[Exercise directions]: What you need to produce from the material below is an exact transcription of the lines from the one with "if (!this.isOp('~')) this.fail('expected" through the one with "given order only.", both included, and no other line.
————
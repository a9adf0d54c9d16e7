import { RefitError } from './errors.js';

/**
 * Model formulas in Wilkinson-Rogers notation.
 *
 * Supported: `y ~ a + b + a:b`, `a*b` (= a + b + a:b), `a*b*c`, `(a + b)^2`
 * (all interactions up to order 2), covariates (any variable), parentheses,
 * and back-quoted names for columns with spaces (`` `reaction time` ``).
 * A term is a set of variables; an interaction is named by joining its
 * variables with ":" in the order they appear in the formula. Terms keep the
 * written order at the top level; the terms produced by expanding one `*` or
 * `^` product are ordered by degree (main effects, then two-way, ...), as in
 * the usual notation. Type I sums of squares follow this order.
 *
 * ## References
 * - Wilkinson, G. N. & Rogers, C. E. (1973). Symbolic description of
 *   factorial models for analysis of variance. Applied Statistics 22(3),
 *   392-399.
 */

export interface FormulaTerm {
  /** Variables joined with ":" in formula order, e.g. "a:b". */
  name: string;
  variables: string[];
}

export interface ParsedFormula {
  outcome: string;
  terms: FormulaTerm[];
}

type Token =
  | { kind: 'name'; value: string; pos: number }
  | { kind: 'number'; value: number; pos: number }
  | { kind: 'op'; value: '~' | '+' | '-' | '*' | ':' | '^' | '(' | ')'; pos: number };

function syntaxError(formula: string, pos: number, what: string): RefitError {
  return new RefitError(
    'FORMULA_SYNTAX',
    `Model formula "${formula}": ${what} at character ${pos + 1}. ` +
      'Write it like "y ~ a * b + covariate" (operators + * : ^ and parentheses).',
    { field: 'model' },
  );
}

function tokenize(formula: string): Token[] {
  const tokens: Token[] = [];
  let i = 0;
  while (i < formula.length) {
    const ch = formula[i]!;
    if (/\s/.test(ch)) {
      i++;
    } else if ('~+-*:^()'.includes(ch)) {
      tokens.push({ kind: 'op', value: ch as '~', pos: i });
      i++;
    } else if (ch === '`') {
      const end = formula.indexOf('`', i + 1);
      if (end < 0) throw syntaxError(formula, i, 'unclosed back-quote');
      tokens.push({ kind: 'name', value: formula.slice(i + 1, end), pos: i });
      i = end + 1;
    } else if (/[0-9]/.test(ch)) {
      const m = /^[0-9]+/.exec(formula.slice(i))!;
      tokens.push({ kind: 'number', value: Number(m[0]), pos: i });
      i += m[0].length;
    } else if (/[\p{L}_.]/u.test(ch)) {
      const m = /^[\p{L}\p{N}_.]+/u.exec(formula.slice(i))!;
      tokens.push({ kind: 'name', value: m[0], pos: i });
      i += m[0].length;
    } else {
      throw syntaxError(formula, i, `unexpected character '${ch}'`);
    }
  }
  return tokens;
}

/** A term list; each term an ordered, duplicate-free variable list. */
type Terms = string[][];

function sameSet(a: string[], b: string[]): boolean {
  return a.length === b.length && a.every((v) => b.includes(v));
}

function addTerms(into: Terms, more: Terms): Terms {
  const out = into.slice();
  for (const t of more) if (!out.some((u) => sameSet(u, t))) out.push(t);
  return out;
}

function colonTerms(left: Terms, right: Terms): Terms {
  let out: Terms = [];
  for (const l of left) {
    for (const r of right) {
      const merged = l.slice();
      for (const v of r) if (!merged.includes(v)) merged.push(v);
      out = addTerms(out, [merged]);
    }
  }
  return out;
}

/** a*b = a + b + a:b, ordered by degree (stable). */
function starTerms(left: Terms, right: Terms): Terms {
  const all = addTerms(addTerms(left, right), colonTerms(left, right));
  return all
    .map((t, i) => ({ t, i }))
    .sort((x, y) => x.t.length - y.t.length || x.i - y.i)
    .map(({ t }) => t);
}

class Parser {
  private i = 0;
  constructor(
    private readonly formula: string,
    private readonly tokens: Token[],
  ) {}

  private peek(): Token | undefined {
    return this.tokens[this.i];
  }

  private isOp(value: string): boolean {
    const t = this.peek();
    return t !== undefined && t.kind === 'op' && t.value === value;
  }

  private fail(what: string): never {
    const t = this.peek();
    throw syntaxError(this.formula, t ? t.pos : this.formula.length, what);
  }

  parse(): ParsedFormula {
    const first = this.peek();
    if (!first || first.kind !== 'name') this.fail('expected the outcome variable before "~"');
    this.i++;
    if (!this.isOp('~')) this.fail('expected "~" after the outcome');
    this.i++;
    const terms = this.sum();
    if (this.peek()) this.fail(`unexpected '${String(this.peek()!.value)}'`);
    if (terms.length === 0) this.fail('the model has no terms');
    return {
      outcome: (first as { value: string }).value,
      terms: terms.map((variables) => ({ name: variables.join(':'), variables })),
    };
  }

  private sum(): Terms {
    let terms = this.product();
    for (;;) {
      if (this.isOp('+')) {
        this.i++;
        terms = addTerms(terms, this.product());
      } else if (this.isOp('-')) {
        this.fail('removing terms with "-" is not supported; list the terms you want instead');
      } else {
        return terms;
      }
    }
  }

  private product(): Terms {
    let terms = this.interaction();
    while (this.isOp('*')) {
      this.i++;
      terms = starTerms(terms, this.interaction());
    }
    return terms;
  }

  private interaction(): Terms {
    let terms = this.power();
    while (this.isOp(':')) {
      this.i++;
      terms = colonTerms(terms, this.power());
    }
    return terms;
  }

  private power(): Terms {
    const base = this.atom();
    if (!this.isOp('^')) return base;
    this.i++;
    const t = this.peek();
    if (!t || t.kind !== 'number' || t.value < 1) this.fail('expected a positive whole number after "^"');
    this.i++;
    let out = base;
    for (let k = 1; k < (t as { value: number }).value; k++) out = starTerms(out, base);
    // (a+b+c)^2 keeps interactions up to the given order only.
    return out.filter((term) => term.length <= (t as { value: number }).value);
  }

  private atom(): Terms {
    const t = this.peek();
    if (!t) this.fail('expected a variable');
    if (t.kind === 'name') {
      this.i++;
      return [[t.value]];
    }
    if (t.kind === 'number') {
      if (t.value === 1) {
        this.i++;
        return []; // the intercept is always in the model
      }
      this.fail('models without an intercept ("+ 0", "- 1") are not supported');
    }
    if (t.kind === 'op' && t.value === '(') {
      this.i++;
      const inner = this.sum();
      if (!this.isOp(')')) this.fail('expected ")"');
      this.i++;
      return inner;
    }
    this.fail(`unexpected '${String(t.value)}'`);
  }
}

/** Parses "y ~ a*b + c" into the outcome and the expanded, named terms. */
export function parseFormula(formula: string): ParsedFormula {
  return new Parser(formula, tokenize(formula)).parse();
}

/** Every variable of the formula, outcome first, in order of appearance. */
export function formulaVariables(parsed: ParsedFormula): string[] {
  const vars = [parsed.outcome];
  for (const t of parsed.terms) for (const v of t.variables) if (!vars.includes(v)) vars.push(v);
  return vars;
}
————
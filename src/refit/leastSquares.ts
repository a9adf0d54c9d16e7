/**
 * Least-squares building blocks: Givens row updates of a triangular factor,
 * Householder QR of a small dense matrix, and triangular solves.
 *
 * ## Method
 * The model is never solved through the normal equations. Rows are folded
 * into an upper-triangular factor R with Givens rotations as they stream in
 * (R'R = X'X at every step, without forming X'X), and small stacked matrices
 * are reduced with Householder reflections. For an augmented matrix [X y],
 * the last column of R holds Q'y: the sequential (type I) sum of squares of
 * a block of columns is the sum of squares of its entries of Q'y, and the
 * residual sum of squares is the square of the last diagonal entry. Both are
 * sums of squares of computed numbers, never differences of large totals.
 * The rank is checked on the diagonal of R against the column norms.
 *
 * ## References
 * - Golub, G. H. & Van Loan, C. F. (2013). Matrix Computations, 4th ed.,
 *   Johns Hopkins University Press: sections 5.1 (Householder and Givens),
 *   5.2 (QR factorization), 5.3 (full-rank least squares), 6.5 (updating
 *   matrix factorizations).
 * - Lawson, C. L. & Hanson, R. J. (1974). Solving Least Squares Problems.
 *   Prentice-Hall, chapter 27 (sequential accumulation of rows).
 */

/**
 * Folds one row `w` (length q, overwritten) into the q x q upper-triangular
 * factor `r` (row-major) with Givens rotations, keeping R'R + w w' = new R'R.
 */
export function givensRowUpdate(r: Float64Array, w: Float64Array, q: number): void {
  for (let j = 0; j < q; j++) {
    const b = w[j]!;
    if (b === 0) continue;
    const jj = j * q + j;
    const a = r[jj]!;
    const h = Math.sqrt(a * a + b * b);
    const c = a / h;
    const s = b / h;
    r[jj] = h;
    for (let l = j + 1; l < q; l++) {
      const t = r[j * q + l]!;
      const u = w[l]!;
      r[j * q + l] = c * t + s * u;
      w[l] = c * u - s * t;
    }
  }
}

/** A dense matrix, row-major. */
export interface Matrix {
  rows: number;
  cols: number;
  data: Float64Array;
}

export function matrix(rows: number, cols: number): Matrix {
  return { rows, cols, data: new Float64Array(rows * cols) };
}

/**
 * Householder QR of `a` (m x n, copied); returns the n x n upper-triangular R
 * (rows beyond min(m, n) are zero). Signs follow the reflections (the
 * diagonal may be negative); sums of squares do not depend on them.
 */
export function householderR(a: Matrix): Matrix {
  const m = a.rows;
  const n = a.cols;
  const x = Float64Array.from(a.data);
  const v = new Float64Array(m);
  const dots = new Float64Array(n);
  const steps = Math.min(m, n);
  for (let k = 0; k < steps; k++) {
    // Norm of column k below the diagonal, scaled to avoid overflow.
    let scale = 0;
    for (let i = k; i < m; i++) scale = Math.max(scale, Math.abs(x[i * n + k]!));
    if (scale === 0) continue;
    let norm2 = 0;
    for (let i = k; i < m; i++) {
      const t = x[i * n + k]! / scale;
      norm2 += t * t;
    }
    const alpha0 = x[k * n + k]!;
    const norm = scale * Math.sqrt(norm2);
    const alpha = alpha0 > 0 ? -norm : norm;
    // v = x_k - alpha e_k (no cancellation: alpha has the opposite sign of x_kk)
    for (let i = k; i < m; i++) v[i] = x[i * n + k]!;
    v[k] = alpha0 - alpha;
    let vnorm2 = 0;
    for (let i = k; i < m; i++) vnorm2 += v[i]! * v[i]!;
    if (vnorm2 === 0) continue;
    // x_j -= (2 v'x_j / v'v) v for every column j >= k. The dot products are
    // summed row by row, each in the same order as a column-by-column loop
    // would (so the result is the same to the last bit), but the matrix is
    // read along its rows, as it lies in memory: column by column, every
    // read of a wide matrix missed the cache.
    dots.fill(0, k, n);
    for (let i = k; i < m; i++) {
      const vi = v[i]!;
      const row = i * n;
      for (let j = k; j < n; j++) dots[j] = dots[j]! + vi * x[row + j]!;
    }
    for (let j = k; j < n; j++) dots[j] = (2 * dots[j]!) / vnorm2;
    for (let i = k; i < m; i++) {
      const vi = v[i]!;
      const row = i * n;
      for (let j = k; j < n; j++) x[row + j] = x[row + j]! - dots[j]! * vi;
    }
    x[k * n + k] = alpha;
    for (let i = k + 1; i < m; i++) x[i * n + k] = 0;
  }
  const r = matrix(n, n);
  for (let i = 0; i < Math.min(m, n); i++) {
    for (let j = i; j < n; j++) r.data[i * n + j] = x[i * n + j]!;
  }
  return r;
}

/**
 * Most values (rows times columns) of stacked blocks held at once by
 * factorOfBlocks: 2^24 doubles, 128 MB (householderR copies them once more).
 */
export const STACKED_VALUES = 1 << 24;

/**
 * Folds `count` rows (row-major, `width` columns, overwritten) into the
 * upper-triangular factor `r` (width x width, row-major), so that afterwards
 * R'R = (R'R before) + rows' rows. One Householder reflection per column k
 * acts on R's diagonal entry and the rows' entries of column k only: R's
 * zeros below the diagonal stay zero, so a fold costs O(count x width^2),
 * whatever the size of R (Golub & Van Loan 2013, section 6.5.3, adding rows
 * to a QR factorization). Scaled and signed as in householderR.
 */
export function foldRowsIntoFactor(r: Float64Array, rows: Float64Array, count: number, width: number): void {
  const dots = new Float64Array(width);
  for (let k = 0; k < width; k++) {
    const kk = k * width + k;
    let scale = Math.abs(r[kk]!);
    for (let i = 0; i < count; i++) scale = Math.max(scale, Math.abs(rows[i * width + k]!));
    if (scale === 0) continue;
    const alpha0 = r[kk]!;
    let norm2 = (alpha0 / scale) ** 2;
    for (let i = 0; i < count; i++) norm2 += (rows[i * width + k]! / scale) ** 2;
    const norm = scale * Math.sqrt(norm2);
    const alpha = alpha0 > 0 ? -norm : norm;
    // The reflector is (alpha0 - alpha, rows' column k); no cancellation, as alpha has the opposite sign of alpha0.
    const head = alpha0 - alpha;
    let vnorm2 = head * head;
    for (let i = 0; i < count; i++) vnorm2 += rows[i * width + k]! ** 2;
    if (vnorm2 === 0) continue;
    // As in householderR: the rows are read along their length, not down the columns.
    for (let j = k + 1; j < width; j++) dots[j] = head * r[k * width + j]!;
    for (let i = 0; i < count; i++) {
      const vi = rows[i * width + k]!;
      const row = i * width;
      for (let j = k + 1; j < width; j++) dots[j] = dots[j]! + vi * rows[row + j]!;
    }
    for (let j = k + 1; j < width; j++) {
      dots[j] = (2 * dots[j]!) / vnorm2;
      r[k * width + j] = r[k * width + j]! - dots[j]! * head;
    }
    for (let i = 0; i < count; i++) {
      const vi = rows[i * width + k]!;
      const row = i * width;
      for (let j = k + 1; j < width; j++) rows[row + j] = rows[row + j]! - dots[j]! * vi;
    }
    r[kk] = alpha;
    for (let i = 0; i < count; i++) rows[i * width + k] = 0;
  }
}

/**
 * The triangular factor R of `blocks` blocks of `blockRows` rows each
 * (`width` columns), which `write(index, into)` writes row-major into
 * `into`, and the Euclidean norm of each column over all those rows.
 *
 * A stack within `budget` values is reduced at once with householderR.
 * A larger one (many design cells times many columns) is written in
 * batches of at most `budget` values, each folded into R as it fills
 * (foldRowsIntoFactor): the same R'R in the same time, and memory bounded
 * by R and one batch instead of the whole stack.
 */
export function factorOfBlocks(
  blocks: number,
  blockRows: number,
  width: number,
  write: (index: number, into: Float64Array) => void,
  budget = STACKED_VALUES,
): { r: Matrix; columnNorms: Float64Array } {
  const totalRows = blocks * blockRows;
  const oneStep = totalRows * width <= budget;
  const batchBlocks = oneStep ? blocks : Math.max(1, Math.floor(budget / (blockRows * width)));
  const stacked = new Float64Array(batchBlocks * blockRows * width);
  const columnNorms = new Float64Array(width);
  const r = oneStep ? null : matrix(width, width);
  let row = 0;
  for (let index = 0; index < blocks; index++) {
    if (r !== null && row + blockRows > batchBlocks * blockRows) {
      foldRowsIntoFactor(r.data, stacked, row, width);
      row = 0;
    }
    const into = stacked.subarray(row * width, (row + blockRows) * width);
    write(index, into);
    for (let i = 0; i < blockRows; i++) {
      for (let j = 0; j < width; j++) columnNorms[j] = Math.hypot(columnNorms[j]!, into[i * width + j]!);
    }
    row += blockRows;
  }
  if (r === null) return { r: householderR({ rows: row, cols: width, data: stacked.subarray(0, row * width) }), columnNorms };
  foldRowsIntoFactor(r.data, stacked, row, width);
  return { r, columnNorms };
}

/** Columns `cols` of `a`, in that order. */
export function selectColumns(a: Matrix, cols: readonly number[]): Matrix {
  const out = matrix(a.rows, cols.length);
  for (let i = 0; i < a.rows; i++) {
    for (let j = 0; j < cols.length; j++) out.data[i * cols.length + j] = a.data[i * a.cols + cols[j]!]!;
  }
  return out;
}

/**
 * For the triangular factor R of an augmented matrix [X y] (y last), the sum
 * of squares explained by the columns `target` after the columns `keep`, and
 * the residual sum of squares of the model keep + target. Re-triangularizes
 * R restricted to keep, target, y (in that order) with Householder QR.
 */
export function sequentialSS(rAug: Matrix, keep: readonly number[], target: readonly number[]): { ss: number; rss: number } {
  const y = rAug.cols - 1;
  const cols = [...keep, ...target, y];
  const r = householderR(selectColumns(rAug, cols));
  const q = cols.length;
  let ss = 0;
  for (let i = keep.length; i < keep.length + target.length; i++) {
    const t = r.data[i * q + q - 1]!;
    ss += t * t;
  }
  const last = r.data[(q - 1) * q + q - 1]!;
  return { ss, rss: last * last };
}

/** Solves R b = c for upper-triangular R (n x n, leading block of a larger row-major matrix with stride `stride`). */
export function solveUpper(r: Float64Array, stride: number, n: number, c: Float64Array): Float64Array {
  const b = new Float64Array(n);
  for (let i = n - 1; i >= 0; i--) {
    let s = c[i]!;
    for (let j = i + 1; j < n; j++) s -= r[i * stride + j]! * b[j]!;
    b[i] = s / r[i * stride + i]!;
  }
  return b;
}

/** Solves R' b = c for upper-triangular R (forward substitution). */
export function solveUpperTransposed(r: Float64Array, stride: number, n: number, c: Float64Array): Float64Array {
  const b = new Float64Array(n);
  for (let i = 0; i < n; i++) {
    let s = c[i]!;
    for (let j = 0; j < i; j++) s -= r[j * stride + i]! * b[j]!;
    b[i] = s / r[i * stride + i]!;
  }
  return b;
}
————
[Your solution]:
    if (!this.isOp('~')) this.fail('expected "~" after the outcome');
    this.i++;
    const terms = this.sum();
    if (this.peek()) this.fail(`unexpected '${String(this.peek()!.value)}'`);
    if (terms.length === 0) this.fail('the model has no terms');
    return {
      outcome: (first as { value: string }).value,
      terms: terms.map((variables) => ({ name: variables.join(':'), variables })),
    };
  }

  private sum(): Terms {
    let terms = this.product();
    for (;;) {
      if (this.isOp('+')) {
        this.i++;
        terms = addTerms(terms, this.product());
      } else if (this.isOp('-')) {
        this.fail('removing terms with "-" is not supported; list the terms you want instead');
      } else {
        return terms;
      }
    }
  }

  private product(): Terms {
    let terms = this.interaction();
    while (this.isOp('*')) {
      this.i++;
      terms = starTerms(terms, this.interaction());
    }
    return terms;
  }

  private interaction(): Terms {
    let terms = this.power();
    while (this.isOp(':')) {
      this.i++;
      terms = colonTerms(terms, this.power());
    }
    return terms;
  }

  private power(): Terms {
    const base = this.atom();
    if (!this.isOp('^')) return base;
    this.i++;
    const t = this.peek();
    if (!t || t.kind !== 'number' || t.value < 1) this.fail('expected a positive whole number after "^"');
    this.i++;
    let out = base;
    for (let k = 1; k < (t as { value: number }).value; k++) out = starTerms(out, base);
    // (a+b+c)^2 keeps interactions up to the given order only.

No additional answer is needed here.